INSTRUCTIONS TO FOLLOW
Output all the data exactly.

Collection entries:
// check validates the flags before any work: the NAME=VALUE syntax, the
// parameter, the value and --samples.
func (sf *spreadFlags) check() error {
	if sf.fs.Changed("samples") && !(sf.samples >= 1 && sf.samples <= maxSamples) {
		if sf.samples > maxSamples {
			return usagef("--samples: %d is more than the %d allowed (2000 is usually enough; P5 and P95 settle to about 1 %% of their spread by 20000)", sf.samples, maxSamples)
		}
		return usagef("--samples: %d: give at least 1 sample (default %d)", sf.samples, defaultSamples)
	}
	_, err := sf.flagSpecs()
	return err
}

// flagSpecs parses the --spread flags.
func (sf *spreadFlags) flagSpecs() (map[string]presets.SpreadSpec, error) {
	out := map[string]presets.SpreadSpec{}
	for _, g := range sf.given {
		name, value, ok := strings.Cut(g, "=")
		name = strings.ReplaceAll(strings.TrimSpace(name), "-", "_")
		if !ok || name == "" {
			return nil, usagef("--spread: %q is not NAME=VALUE (e.g. gamma=2%% or q=3kJ/mol)", g)
		}
		if _, dup := out[name]; dup {
			return nil, usagef("--spread: %s is given twice", name)
		}
		s, err := presets.ParseSpread(name, value)
		if err != nil {
			return nil, usagef("--spread: %v", err)
		}
		s.Source = "command line"
		out[name] = s
	}
	return out, nil
}

// plan returns the spreads of a run: the card's [spread] table (unless
// --no-spread) with the --spread flags over it; nil when there are none.
func (sf *spreadFlags) plan(c *presets.Card, md *kinetics.Model) (*spreadPlan, error) {
	flags, err := sf.flagSpecs()
	if err != nil {
		return nil, err
	}
	all := map[string]presets.SpreadSpec{}
	if !sf.none {
		for k, s := range c.Spreads {
			all[k] = s
		}
	}
	for k, s := range flags {
		all[k] = s
	}
	if len(all) == 0 {
		if sf.fs.Changed("samples") || sf.fs.Changed("seed") {
			return nil, usagef("--samples and --seed need a spread: give --spread NAME=VALUE (e.g. gamma=2%%) or a card with a [spread] table")
		}
		return nil, nil
	}
	p := &spreadPlan{card: c, samples: sf.samples, seed: sf.seed}
	spreads, err := c.Resolve(all)
	if err != nil {
		where := "--spread"
		var se *presets.SpreadError
		if errors.As(err, &se) && all[se.Key].Line > 0 {
			where = fmt.Sprintf("%s:%d: [spread]", c.File, all[se.Key].Line)
		}
		return nil, usagef("%s: %v", where, err)
	}
	for _, s := range spreads {
		p.specs = append(p.specs, all[s.Key])
	}
	p.spreads = spreads
	return p, nil
}

// headline is one result that gets an uncertainty band.
type headline struct {
	key   string               // JSON key, ending in its unit
	label string               // how the text names it: "nose time"
	log   bool                 // a positive quantity; sensitivity in decades
	text  func(float64) string // how a value reads in text
	// row ≥ 0: the band belongs to that row of the result's table (and
	// gets P5, P50 and P95 columns there); -1: a summary line.
	row int
}
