// TestLithiumDisilicateMeasured: the lithium-disilicate card against the
// measured nucleation and growth rates of testdata/measured (James 1974 and
// Fokin et al. 2006 for the rates, recalled; Ray and Day 1990 for the
// temperature of the maximum, checked; Nascimento et al. 2011 for growth,
// recalled; all in testdata/measured/README.md).
//
// Tolerances, chosen from the data's scatter: a recalled rate is uncertain
// by 0.5 decade, two such rows are compared, so a held-out nucleation rate
// must lie within 1 decade; the maximum within 1 decade and 15 K of the
// measured 10^9 m^-3 s^-1 at 726 K, and the held-out growth rates within
// half a decade rms (the targets of the card's calibration).
func TestLithiumDisilicateMeasured(t *testing.T) {
	c, md := mustCard(t, "lithium-disilicate")
	const rows = "lithium-disilicate-nucleation.csv"
	checkHeldOut(t, c, md, []heldOut{
		{rows + ":11", 1, "recalled rate, 0.5 decade each side"},
		{rows + ":13", 1, "height recalled, 0.5 decade each side"},
		{rows + ":15", 1, "recalled rate, 0.5 decade each side"},
		{rows + ":17", 1, "recalled rate, 0.5 decade each side"},
	})
	// The maximum, on a 0.05 K scan (far finer than the 15 K tolerance).
	best, at := math.Inf(-1), 0.0
	for T := 650.0; T <= 900; T += 0.05 {
		if l := md.At(T).Log10J(); l > best {
			best, at = l, T
		}
	}
	t.Logf("maximum: log10 J = %.2f at %.1f K; measured 9.0 (recalled) at 726 K (Ray and Day 1990, checked)", best, at)
	if math.Abs(best-9) > 1 || math.Abs(at-726) > 15 {
		t.Errorf("maximum log10 J = %.2f at %.1f K; measured 9.0 at 726 K (tolerance 1 decade, 15 K)", best, at)
	}
	var ss float64
	growth := []int{10, 12, 13, 15}
	for _, l := range growth {
		d, _ := diffOf(t, c, md, fmt.Sprintf("lithium-disilicate-growth.csv:%d", l))
		ss += d * d
	}
	rms := math.Sqrt(ss / float64(len(growth)))
	t.Logf("growth, held-out lines %v: rms %.3f decades (tolerance 0.5)", growth, rms)
	if !(rms <= 0.5) {
		t.Errorf("held-out growth rates: rms %.3f decades, want at most 0.5", rms)
	}

	// Calibration reproduced: gamma(T) refitted on lines 10 and 16 with the
	// prefactor held, and growth on lines 9, 11 and 14, give the card's
	// values (to their seven written digits).
	T, J := measuredColumns(t, rows, "rate", 10, 16)
	lnJ := []float64{math.Log(J[0]), math.Log(J[1])}
	g, err := fit.InterfaceWith(md, T, lnJ, nil, fit.InterfaceOptions{Slope: true, KeepScale: true})
	if err != nil {
		t.Fatal(err)
	}
	if !relClose(g.Gamma, c.SI("gamma"), 1e-5) || !relClose(g.Slope, c.SI("gamma_slope"), 1e-5) || g.TRef != c.SI("gamma_t_ref") {
		t.Errorf("gamma(T) refitted: %.7g J/m2 %+.7g J/m2/K about %g K; the card has %v, %v", g.Gamma, g.Slope, g.TRef, c.Values["gamma"].Text, c.Values["gamma_slope"].Text)
	}
	T, u := measuredColumns(t, "lithium-disilicate-growth.csv", "growth_rate", 9, 11, 14)
	gf, err := fit.GrowthViscosityPower(md, T, u, nil, false)
	if err != nil {
		t.Fatal(err)
	}
	if !relClose(gf.Ug, c.SI("growth_ug"), 1e-5) || !relClose(gf.Xi, c.SI("growth_xi"), 1e-5) {
		t.Errorf("growth refitted: u_g = %.7g m/s, xi = %.7g; the card has %v, %v", gf.Ug, gf.Xi, c.Values["growth_ug"].Text, c.Values["growth_xi"].Text)
	}
}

SOLUTION FOR THIS EXERCISE
// check validates the flags before any work: the NAME=VALUE syntax, the
// parameter, the value and --samples.
func (sf *spreadFlags) check() error {
	if sf.fs.Changed("samples") && !(sf.samples >= 1 && sf.samples <= maxSamples) {
		if sf.samples > maxSamples {
			return usagef("--samples: %d is more than the %d allowed (2000 is usually enough; P5 and P95 settle to about 1 %% of their spread by 20000)", sf.samples, maxSamples)
		}
		return usagef("--samples: %d: give at least 1 sample (default %d)", sf.samples, defaultSamples)
	}
	_, err := sf.flagSpecs()
	return err
}

// flagSpecs parses the --spread flags.
func (sf *spreadFlags) flagSpecs() (map[string]presets.SpreadSpec, error) {
	out := map[string]presets.SpreadSpec{}
	for _, g := range sf.given {
		name, value, ok := strings.Cut(g, "=")
		name = strings.ReplaceAll(strings.TrimSpace(name), "-", "_")
		if !ok || name == "" {
			return nil, usagef("--spread: %q is not NAME=VALUE (e.g. gamma=2%% or q=3kJ/mol)", g)
		}
		if _, dup := out[name]; dup {
			return nil, usagef("--spread: %s is given twice", name)
		}
		s, err := presets.ParseSpread(name, value)
		if err != nil {
			return nil, usagef("--spread: %v", err)
		}
		s.Source = "command line"
		out[name] = s
	}
	return out, nil
}

// plan returns the spreads of a run: the card's [spread] table (unless
// --no-spread) with the --spread flags over it; nil when there are none.
func (sf *spreadFlags) plan(c *presets.Card, md *kinetics.Model) (*spreadPlan, error) {
	flags, err := sf.flagSpecs()
	if err != nil {
		return nil, err
	}
	all := map[string]presets.SpreadSpec{}
	if !sf.none {
		for k, s := range c.Spreads {
			all[k] = s
		}
	}
	for k, s := range flags {
		all[k] = s
	}
	if len(all) == 0 {
		if sf.fs.Changed("samples") || sf.fs.Changed("seed") {
			return nil, usagef("--samples and --seed need a spread: give --spread NAME=VALUE (e.g. gamma=2%%) or a card with a [spread] table")
		}
		return nil, nil
	}
	p := &spreadPlan{card: c, samples: sf.samples, seed: sf.seed}
	spreads, err := c.Resolve(all)
	if err != nil {
		where := "--spread"
		var se *presets.SpreadError
		if errors.As(err, &se) && all[se.Key].Line > 0 {
			where = fmt.Sprintf("%s:%d: [spread]", c.File, all[se.Key].Line)
		}
		return nil, usagef("%s: %v", where, err)
	}
	for _, s := range spreads {
		p.specs = append(p.specs, all[s.Key])
	}
	p.spreads = spreads
	return p, nil
}

// headline is one result that gets an uncertainty band.
type headline struct {
	key   string               // JSON key, ending in its unit
	label string               // how the text names it: "nose time"
	log   bool                 // a positive quantity; sensitivity in decades
	text  func(float64) string // how a value reads in text
	// row ≥ 0: the band belongs to that row of the result's table (and
	// gets P5, P50 and P95 columns there); -1: a summary line.
	row int
}
// TestLithiumDisilicateMeasured: the lithium-disilicate card against the
// measured nucleation and growth rates of testdata/measured (James 1974 and
// Fokin et al. 2006 for the rates, recalled; Ray and Day 1990 for the
// temperature of the maximum, checked; Nascimento et al. 2011 for growth,
// recalled; all in testdata/measured/README.md).
//
// Tolerances, chosen from the data's scatter: a recalled rate is uncertain
// by 0.5 decade, two such rows are compared, so a held-out nucleation rate
// must lie within 1 decade; the maximum within 1 decade and 15 K of the
// measured 10^9 m^-3 s^-1 at 726 K, and the held-out growth rates within
// half a decade rms (the targets of the card's calibration).
func TestLithiumDisilicateMeasured(t *testing.T) {
	c, md := mustCard(t, "lithium-disilicate")
	const rows = "lithium-disilicate-nucleation.csv"
	checkHeldOut(t, c, md, []heldOut{
		{rows + ":11", 1, "recalled rate, 0.5 decade each side"},
		{rows + ":13", 1, "height recalled, 0.5 decade each side"},
		{rows + ":15", 1, "recalled rate, 0.5 decade each side"},
		{rows + ":17", 1, "recalled rate, 0.5 decade each side"},
	})
	// The maximum, on a 0.05 K scan (far finer than the 15 K tolerance).
	best, at := math.Inf(-1), 0.0
	for T := 650.0; T <= 900; T += 0.05 {
		if l := md.At(T).Log10J(); l > best {
			best, at = l, T
		}
	}
	t.Logf("maximum: log10 J = %.2f at %.1f K; measured 9.0 (recalled) at 726 K (Ray and Day 1990, checked)", best, at)
	if math.Abs(best-9) > 1 || math.Abs(at-726) > 15 {
		t.Errorf("maximum log10 J = %.2f at %.1f K; measured 9.0 at 726 K (tolerance 1 decade, 15 K)", best, at)
	}
	var ss float64
	growth := []int{10, 12, 13, 15}
	for _, l := range growth {
		d, _ := diffOf(t, c, md, fmt.Sprintf("lithium-disilicate-growth.csv:%d", l))
		ss += d * d
	}
	rms := math.Sqrt(ss / float64(len(growth)))
	t.Logf("growth, held-out lines %v: rms %.3f decades (tolerance 0.5)", growth, rms)
	if !(rms <= 0.5) {
		t.Errorf("held-out growth rates: rms %.3f decades, want at most 0.5", rms)
	}

	// Calibration reproduced: gamma(T) refitted on lines 10 and 16 with the
	// prefactor held, and growth on lines 9, 11 and 14, give the card's
	// values (to their seven written digits).
	T, J := measuredColumns(t, rows, "rate", 10, 16)
	lnJ := []float64{math.Log(J[0]), math.Log(J[1])}
	g, err := fit.InterfaceWith(md, T, lnJ, nil, fit.InterfaceOptions{Slope: true, KeepScale: true})
	if err != nil {
		t.Fatal(err)
	}
	if !relClose(g.Gamma, c.SI("gamma"), 1e-5) || !relClose(g.Slope, c.SI("gamma_slope"), 1e-5) || g.TRef != c.SI("gamma_t_ref") {
		t.Errorf("gamma(T) refitted: %.7g J/m2 %+.7g J/m2/K about %g K; the card has %v, %v", g.Gamma, g.Slope, g.TRef, c.Values["gamma"].Text, c.Values["gamma_slope"].Text)
	}
	T, u := measuredColumns(t, "lithium-disilicate-growth.csv", "growth_rate", 9, 11, 14)
	gf, err := fit.GrowthViscosityPower(md, T, u, nil, false)
	if err != nil {
		t.Fatal(err)
	}
	if !relClose(gf.Ug, c.SI("growth_ug"), 1e-5) || !relClose(gf.Xi, c.SI("growth_xi"), 1e-5) {
		t.Errorf("growth refitted: u_g = %.7g m/s, xi = %.7g; the card has %v, %v", gf.Ug, gf.Xi, c.Values["growth_ug"].Text, c.Values["growth_xi"].Text)
	}
}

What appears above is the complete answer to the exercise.